Modelling the distribution of badgers Meles meles: comparing predictions from field‐based and remotely derived habitat data

Abstract

ABSTRACT Environmental heterogeneity is important in determining the distribution and abundance of organisms at various spatial scales. The ability to understand and predict distribution patterns is important for solving many management problems in conservation biology and wildlife epidemiology. The badger Meles meles is a highly adaptable, medium‐sized carnivore, distributed throughout temperate Eurasia, which shows a wide diversity of social and spatial organization. Within Britain, badgers are not only legally protected, but they also serve as a wildlife host for bovine tuberculosis Mycobacterium bovis. An evaluation of the role of badgers in the dynamics of this infection depends on understanding the responses of badgers to the environment at different spatial scales. The use of digital data to provide information on habitats for distribution models is becoming common. Digital data are increasingly accessible and are generally cheaper than field surveys.

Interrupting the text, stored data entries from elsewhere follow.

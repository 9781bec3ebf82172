//! Pinned modes against closed forms, bounds from the other side and each other.

use super::*;
use crate::stability::layered::{FluidLayer, Forcing};
use crate::stability::slab_with_line;

fn water(depth: f64, gravity: f64) -> Layered {
    Layered {
        gravity,
        layers: vec![FluidLayer::VACUUM, FluidLayer { density: 998.0, viscosity: 1e-3, thickness: depth }],
        tensions: vec![0.0728],
    }
}

fn assert_close(a: f64, b: f64, tolerance: f64, what: &str) {
    assert!((a - b).abs() <= tolerance * b.abs(), "{what}: {a} against {b}");
}

fn face(layered: &Layered) -> Interface {
    let [above, below] = [layered.layers[0], layered.layers[1]];
    Interface {
        weight: (below.density - above.density) * layered.gravity,
        tension: layered.tensions[0],
        inertia: [(above.density, above.thickness), (below.density, below.thickness)],
    }
}

/// Asserts that tension alone holds the modes of a family upside down up to the gravity that belongs to the slope k_s.
fn assert_onset(plan: Plan, slope: f64, tolerance: f64, pick: impl Fn(&PinnedMode) -> bool) {
    let onset = 0.0728 * slope * slope / 998.0;
    let square = |g: f64| {
        let found = pinned_modes(&water(0.02, -g), plan, 2000.0).unwrap();
        found.modes.iter().filter(|m| pick(m)).map(|m| m.frequency_squared).fold(f64::INFINITY, f64::min)
    };
    let (held, falls) = (square(onset * (1.0 - 2.0 * tolerance)), square(onset * (1.0 + 2.0 * tolerance)));
    assert!(held > 0.0 && falls < 0.0, "{plan:?}: {held} {falls}");
}

#[test]
fn tension_alone_holds_what_a_pinned_membrane_holds() {
    // η is a membrane's: ∇²η + k²η = const, η = 0 on the edge, mean 0. Round: with nodal diameters J_m(kR) = 0, 3.831706
    // (m = 1), 5.135622 (m = 2); without, J₀(kr) − J₀(kR) with mean 0, that is J₂(kR) = 0 (zeros: NIST DLMF §10.21).
    let radius = 0.01;
    for (m, zero) in [(1, 3.831_706), (2, 5.135_622), (0, 5.135_622)] {
        assert_onset(Plan::Circle { diameter: 2.0 * radius }, zero / radius, 2e-5, |mode| {
            mode.indices[0] == m
        });
    }
    // Rectangle, antisymmetric along its length: sin(2πx/L) sin(πy/W).
    let (length, width): (f64, f64) = (0.02, 0.013);
    let slope = (2.0 * PI / length).hypot(PI / width);
    let plan = Plan::Rectangle { length, width };
    assert_onset(plan, slope, 1e-9, |mode| mode.indices[0] % 2 == 1);
    // Even both ways: η = Σ A_pq sin sin, A_pq ∝ 1/(pq (k² − k_pq²)), with mean 0: Σ over odd p, q of 1/(p²q² (k² − k_pq²)) = 0.
    let square = |p: i32, q: i32| (f64::from(p) * PI / length).powi(2) + (f64::from(q) * PI / width).powi(2);
    let mean = |k2: f64| -> f64 {
        let odd = || (0..300).map(|i| 2 * i + 1);
        let term = |p, q| 1.0 / (f64::from(p * q).powi(2) * (k2 - square(p, q)));
        odd().map(|p| odd().map(|q| term(p, q)).sum::<f64>()).sum()
    };
    let (mut low, mut high) = (square(1, 1), square(3, 1));
    for _ in 0..60 {
        let middle = 0.5 * (low + high);
        if mean(middle) > 0.0 { low = middle } else { high = middle }
    }
    assert_onset(plan, low.sqrt(), 1e-4, |mode| mode.indices.iter().all(|index| index % 2 == 0));
}

#[test]
fn shallow_liquid_in_a_strip_is_a_clamped_beam() {
    // Shallow and without gravity: ω² η = (σh/ρ) d⁴η/dx⁴, η = 0 and d³η/dx³ = 0 (no flux) at the ends. With dξ/dx = η that
    // is the beam clamped at both ends: μL = 4.730041, 7.853205, 10.995608 (Blevins, Formulas for Natural Frequency
    // and Mode Shape, clamped-clamped beam). ξ even means η odd. The multipliers' sum, in one dimension.
    let (length, depth) = (0.05, 1e-7);
    let face = face(&water(depth, 0.0));
    for (order, (parity, beam)) in
        [(1, 4.730_041_f64), (0, 7.853_205), (1, 10.995_608)].into_iter().enumerate()
    {
        let terms: Vec<Term> = (0..20_000)
            .map(|i| f64::from(2 * i + parity) * PI / length)
            .filter(|k| *k > 0.0)
            .map(|k| Term { part: 1.0, stiffness: face.stiffness(k), inertia: face.inertia(k) })
            .collect();
        let pole = |i: usize| terms[i].stiffness / terms[i].inertia;
        let square = root(&terms, 0.0, pole(order / 2), pole(order / 2 + 1));
        assert_close(
            square,
            0.0728 * depth / 998.0 * (beam / length).powi(4),
            1e-4,
            &format!("beam {order}"),
        );
    }
}

/// I_m(x) by its series (NIST DLMF 10.25.2).
fn modified_bessel(m: u32, x: f64) -> f64 {
    let mut term = (1..=m).fold(1.0, |product, i| product * x / 2.0 / f64::from(i));
    let mut sum = 0.0;
    for i in 1..200u32 {
        sum += term;
        term *= x * x / 4.0 / (f64::from(i) * f64::from(i + m));
    }
    sum
}

#[test]
fn shallow_liquid_in_a_round_cell_follows_a_closed_form() {
    // ω² η = (σh/ρ) ∇⁴η with η = 0 and ∂_r∇²η = 0 on the wall: η = I_m(z) J_m(zr/R) − J_m(z) I_m(zr/R) with
    // J_m I_m' + J_m' I_m = 0 at z, z⁴ = ω² R⁴ ρ/(σh).
    let (radius, depth): (f64, f64) = (0.03, 1e-7);
    let found = pinned_modes(&water(depth, 0.0), Plan::Circle { diameter: 2.0 * radius }, 500.0).unwrap();
    assert!(found.modes.len() > 30);
    for mode in &found.modes {
        let m = mode.indices[0];
        let z = (mode.frequency_squared * 998.0 / (0.0728 * depth)).powf(0.25) * radius;
        let condition = |z: f64| {
            let j = |order: u32| libm::jn(order as i32, z);
            let i = |order: u32| modified_bessel(order, z);
            let (dj, di) = match m {
                0 => (-j(1), i(1)),
                _ => ((j(m - 1) - j(m + 1)) / 2.0, (i(m - 1) + i(m + 1)) / 2.0),
            };
            j(m) * di + dj * i(m)
        };
        let (low, high) = (condition(z * (1.0 - 2e-5)), condition(z * (1.0 + 2e-5)));
        assert!(low * high < 0.0, "{mode:?}: no zero within 2e-5 of {z}: {low} {high}");
    }
}

#[test]
fn a_held_line_only_ever_stiffens() {
    // Rayleigh's theorem on constraints: each pinned ω² lies between its free one and the next of its family.
    let layered = water(0.038, 9.80);
    let face = face(&layered);
    let free = |k: f64| face.stiffness(k) / face.inertia(k);
    let plan = Plan::Circle { diameter: 0.05532 };
    let found = pinned_modes(&layered, plan, 1000.0).unwrap();
    for mode in &found.modes {
        let [m, n] = mode.indices;
        let zeros = derivative_zeros(m, 80.0);
        let own = free(zeros[n as usize - 1] / 0.02766);
        let next = free(zeros[n as usize] / 0.02766);
        assert!(own < mode.frequency_squared && mode.frequency_squared < next, "{mode:?}");
        // The wave that stands for it has its frequency.
        let k = mode.wavenumber;
        let stands = (face.weight + face.tension * mode.stiffening * k * k) / face.inertia(k);
        assert_close(stands, mode.frequency_squared, 1e-9, "stand-in");
    }
    for (length, width) in [(0.05, 0.05), (0.08, 0.02)] {
        let found = pinned_modes(&layered, Plan::Rectangle { length, width }, 600.0).unwrap();
        assert!(found.modes.len() > 20 && found.complete_to > 300.0);
        for mode in &found.modes {
            let k = (f64::from(mode.indices[0]) * PI / length).hypot(f64::from(mode.indices[1]) * PI / width);
            assert!(free(k) < mode.frequency_squared, "{mode:?}");
        }
    }
}

/// The first pinned ω² of a rectangle that is even (0) or odd (1) along its length and even across, from below: the line
/// is held by finitely many forces, cosines along each wall, so that it can still give between them.
fn from_below(face: &Interface, (length, width): (f64, f64), parity: usize, above: f64) -> f64 {
    // Free modes √s cos(mπx/L) · √s cos(nπy/W) of mean square 1, m = 2i + parity, n = 2j, with s_0 = 1 and 2 otherwise.
    let s = |index: usize| if index == 0 { 1.0 } else { 2.0 };
    let along = |i: usize| 2 * i + parity;
    let forces = 24;
    let far = 40 * forces;
    let tail = |size: f64| 2.0 * (size / PI).powi(2) / face.tension / (4.0 * far as f64);
    let inverse = |x: f64, i: usize, j: usize| {
        let k = (along(i) as f64 * PI / length).hypot((2 * j) as f64 * PI / width);
        if k == 0.0 { 0.0 } else { 1.0 / (face.stiffness(k) - x * face.inertia(k)) }
    };
    let negative = |x: f64| {
        let matrix = DMatrix::from_fn(2 * forces, 2 * forces, |r, c| match (r < forces, c < forces) {
            (true, true) if r == c => {
                (0..far).map(|i| s(along(i)) * inverse(x, i, r)).sum::<f64>() + tail(length)
            }
            (false, false) if r == c => {
                (0..far).map(|j| s(j) * inverse(x, r - forces, j)).sum::<f64>() + tail(width)
            }
            (true, false) => (s(along(c - forces)) * s(r)).sqrt() * inverse(x, c - forces, r),
            (false, true) => (s(along(r - forces)) * s(c)).sqrt() * inverse(x, r - forces, c),
            _ => 0.0,
        });
        matrix.symmetric_eigenvalues().iter().filter(|value| **value < 0.0).count()
    };
    let k = (2 - parity) as f64 * PI / length;
    let (mut low, mut high) = (face.stiffness(k) / face.inertia(k) * (1.0 + 1e-9), above);
    assert!(negative(low) == 1 && negative(high) == 0, "{} {}", negative(low), negative(high));
    for _ in 0..40 {
        let middle = 0.5 * (low + high);
        if negative(middle) == 1 { low = middle } else { high = middle }
    }
    0.5 * (low + high)
}

#[test]
fn rectangles_lie_between_bounds_from_both_sides() {
    for (size, parity) in [((0.05, 0.05), 1), ((0.05, 0.02), 1), ((0.05, 0.02), 0)] {
        let layered = water(0.02, 9.81);
        let found = pinned_modes(&layered, Plan::Rectangle { length: size.0, width: size.1 }, 600.0).unwrap();
        // The slowest of its symmetry; a square has the first twice and lists it once.
        let slowest = found.modes.iter().find(|mode| size.0 == size.1 || mode.indices == [2 - parity, 0]);
        let first = slowest.unwrap().frequency_squared;
        let below = from_below(&face(&layered), size, parity as usize, 1.05 * first);
        assert!(below <= first && first < 1.001 * below, "{size:?} {parity}: {below} to {first}");
    }
}

#[test]
fn what_is_kept_is_resolved() {
    // Six sines each way against twelve: what lies below KEPT of the six moves by less than one per cent in ω².
    let (length, width) = (0.05, 0.04);
    let face = face(&water(0.02, 9.81));
    for (x, y) in [(0, 0), (1, 0), (0, 1), (1, 1)] {
        let solve = |sines: usize| {
            let mut found = symmetry(&face, (length, x, sines), (width, y, sines));
            found.sort_by(|a, b| a.0.total_cmp(&b.0));
            found
        };
        let (few, many) = (solve(6), solve(12));
        let kept = few.iter().filter(|(square, inertia)| {
            face.mode([0, 0], *square, *inertia, 60.0).wavenumber < KEPT * 12.0 * PI / length
        });
        let kept = kept.count();
        assert!(kept >= 6, "{kept}");
        for ((coarse, _), (fine, _)) in few.iter().zip(&many).take(kept) {
            assert!(fine <= coarse && *coarse < 1.01 * fine, "({x}, {y}): {coarse} {fine}");
        }
    }
}

#[test]
fn without_tension_or_with_two_interfaces_there_is_no_answer() {
    let plan = Plan::Circle { diameter: 0.05 };
    let mut slack = water(0.02, 9.81);
    slack.tensions[0] = 0.0;
    assert_eq!((pinned_modes(&slack, plan, 300.0), is_held_at(&slack)), (None, false));
    let mut two = water(0.02, 9.81);
    two.layers.push(FluidLayer { density: 1200.0, viscosity: 1e-3, thickness: 0.01 });
    two.tensions.push(0.03);
    assert_eq!((pinned_modes(&two, plan, 300.0), is_held_at(&two)), (None, false));
}

#[test]
fn a_small_upside_down_jar_is_held_by_its_brim() {
    // Without a drive a square of side L hangs up to L = π l_c with a free line, but up to √5 π l_c with a pinned one (k_s² =
    // (2π/L)² + (π/L)²), l_c = √(σ/ρg): the whole solver, viscous.
    let mut layered = water(0.02, 9.81);
    layered.layers.reverse();
    let capillary: f64 = (0.0728_f64 / (998.0 * 9.81)).sqrt();
    let grows = |line: ContactLine, side: f64| {
        let plan = Plan::Rectangle { length: side, width: side };
        let rest = Forcing { omega: 300.0, acceleration: 0.0 };
        slab_with_line(&layered, &rest, plan, line, &|| false).unwrap().worst.growth.rate > 0.0
    };
    for (line, side) in
        [(ContactLine::Free, PI * capillary), (ContactLine::Pinned, 5f64.sqrt() * PI * capillary)]
    {
        assert!(!grows(line, 0.999 * side) && grows(line, 1.001 * side), "{line:?}");
    }
}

There has been little research, however, to compare the accuracy of models based on field‐derived and remotely derived data. In this paper, we make quantified comparisons between large‐scale presence/absence models for badgers in Britain, based on field‐surveyed habitat data and remotely derived digital data, comprising elevation, geology and soil. We developed four models: 1980s badger survey data using field‐based and digital data, and 1990s badger survey data using field‐based and digital data. We divided each of the four datasets into two subsets and used one subset for training (developing) the model and the other for testing it. All four training models had classification accuracies in excess of 69%. The models generated from digital data were slightly more accurate than those generated from field‐derived habitat data. The high classificatory ability of the digital‐based models suggests that the use of digital data may overcome many of the problems associated with field data in wildlife‐habitat modelling, such as cost and restricted geographical coverage, without any significant impact on model performance for some species. The more widespread use of digital data in wildlife‐habitat models should enhance their accuracy, repeatability and applicability and make them better‐suited as tools to aid policy‐ and decision‐making processes.